Scan the records below for the line with "common practice, no" and the line with "radix path ran.". Repeat those two lines and every line between them exactly, and nothing else.

| Data under study |
# # #

/// [`radix_sort`] with the scratch buffer supplied and handed back (it is
/// `v.len()` long afterwards, with unspecified contents, when the radix
/// path ran; the caller may reuse its memory). The digit counts of all
/// passes are gathered in one read of `v`.
fn radix_sort_with<T: Copy + Default>(
    v: &mut Vec<T>,
    scratch: &mut Vec<T>,
    key: impl Fn(&T) -> u64,
    bits: u32,
) {
    if v.len() < 4096 {
        v.sort_by_key(|x| key(x));
        return;
    }
    let bits = bits.clamp(1, 64);
    let passes = bits.div_ceil(11) as usize;
    let d = bits.div_ceil(passes as u32);
    let mask = (1u64 << d) - 1;
    let width = 1usize << d;
    let mut count = vec![0usize; passes * width];
    for x in v.iter() {
        let k = key(x);
        for (p, c) in count.chunks_exact_mut(width).enumerate() {
            c[((k >> (p as u32 * d)) & mask) as usize] += 1;
        }
    }
    scratch.clear();
    scratch.resize(v.len(), T::default());
    for (p, c) in count.chunks_exact_mut(width).enumerate() {
        if c.contains(&v.len()) {
            continue;
        }
        let shift = p as u32 * d;
        let mut sum = 0;
        for c in c.iter_mut() {
            let k = *c;
            *c = sum;
            sum += k;
        }
        for x in v.iter() {
            let b = ((key(x) >> shift) & mask) as usize;
            scratch[c[b]] = *x;
            c[b] += 1;
        }
        std::mem::swap(v, scratch);
    }
}

/// Sorts pairs of `bits`-bit numbers: one most-significant-digit
/// distribution pass on the top (at most 11) key bits into `scratch`, then
/// an LSD radix sort of each bucket, which is small enough to stay in cache
/// (Knuth, TAOCP vol. 3, §5.2.5; the hybrid is common practice, no
/// source). Not stable, which equal pairs do not need. `scratch` ends
/// `v.len()` long with unspecified contents when the radix path ran.
fn sort_pairs(v: &mut Vec<[u32; 2]>, scratch: &mut Vec<[u32; 2]>, bits: u32) {
    let len = v.len();
    if len < 4096 {
        v.sort_unstable();
        return;
    }
    let total = 2 * bits.clamp(1, 32);
    let key = |e: &[u32; 2]| ((e[0] as u64) << (total / 2)) | e[1] as u64;
    let d1 = total.min(11);
    let rest = total - d1;
    let mut start = vec![0usize; (1 << d1) + 1];
    for e in v.iter() {
        start[(key(e) >> rest) as usize + 1] += 1;
    }
    for h in 0..1 << d1 {
        start[h + 1] += start[h];
    }
    // A fresh zeroed buffer comes from the allocator already zero (no
    // write pass); a lent one is only cleared and refilled.
    if scratch.capacity() < len {
        *scratch = vec![[0, 0]; len];
    } else {
        scratch.clear();
        scratch.resize(len, [0, 0]);
    }
    let mut next = start.clone();
    for e in v.iter() {
        let h = (key(e) >> rest) as usize;
        scratch[next[h]] = *e;
        next[h] += 1;
    }
    if rest == 0 {
        std::mem::swap(v, scratch);
        return;
    }
    let passes = rest.div_ceil(11);
    let d = rest.div_ceil(passes);
    let (mask, width) = ((1u64 << d) - 1, 1usize << d);
    let mut count = vec![0usize; passes as usize * width];
    for h in 0..1 << d1 {
        let (s, t) = (start[h], start[h + 1]);
        if t - s < 64 {
            scratch[s..t].sort_unstable();
            v[s..t].copy_from_slice(&scratch[s..t]);
            continue;
        }
        count.iter_mut().for_each(|c| *c = 0);
        for e in &scratch[s..t] {
            let k = key(e);
            for (p, c) in count.chunks_exact_mut(width).enumerate() {
                c[((k >> (p as u32 * d)) & mask) as usize] += 1;
            }
        }
        let mut in_scratch = true;
        for (p, c) in count.chunks_exact_mut(width).enumerate() {
            if c.contains(&(t - s)) {
                continue;
            }
            let mut sum = 0;
            for c in c.iter_mut() {
                let k = *c;
                *c = sum;
                sum += k;
            }
            let (src, dst): (&[[u32; 2]], &mut [[u32; 2]]) = if in_scratch {
                (&scratch[s..t], &mut v[s..t])
            } else {
                (&v[s..t], &mut scratch[s..t])
            };
            let shift = p as u32 * d;
            for e in src {
                let b = ((key(e) >> shift) & mask) as usize;
                dst[c[b]] = *e;
                c[b] += 1;
            }
            in_scratch = !in_scratch;
        }
        if in_scratch {
            v[s..t].copy_from_slice(&scratch[s..t]);
        }
    }
}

# # #

| Result for this task |
/// (Knuth, TAOCP vol. 3, §5.2.5; the hybrid is common practice, no
/// source). Not stable, which equal pairs do not need. `scratch` ends
/// `v.len()` long with unspecified contents when the radix path ran.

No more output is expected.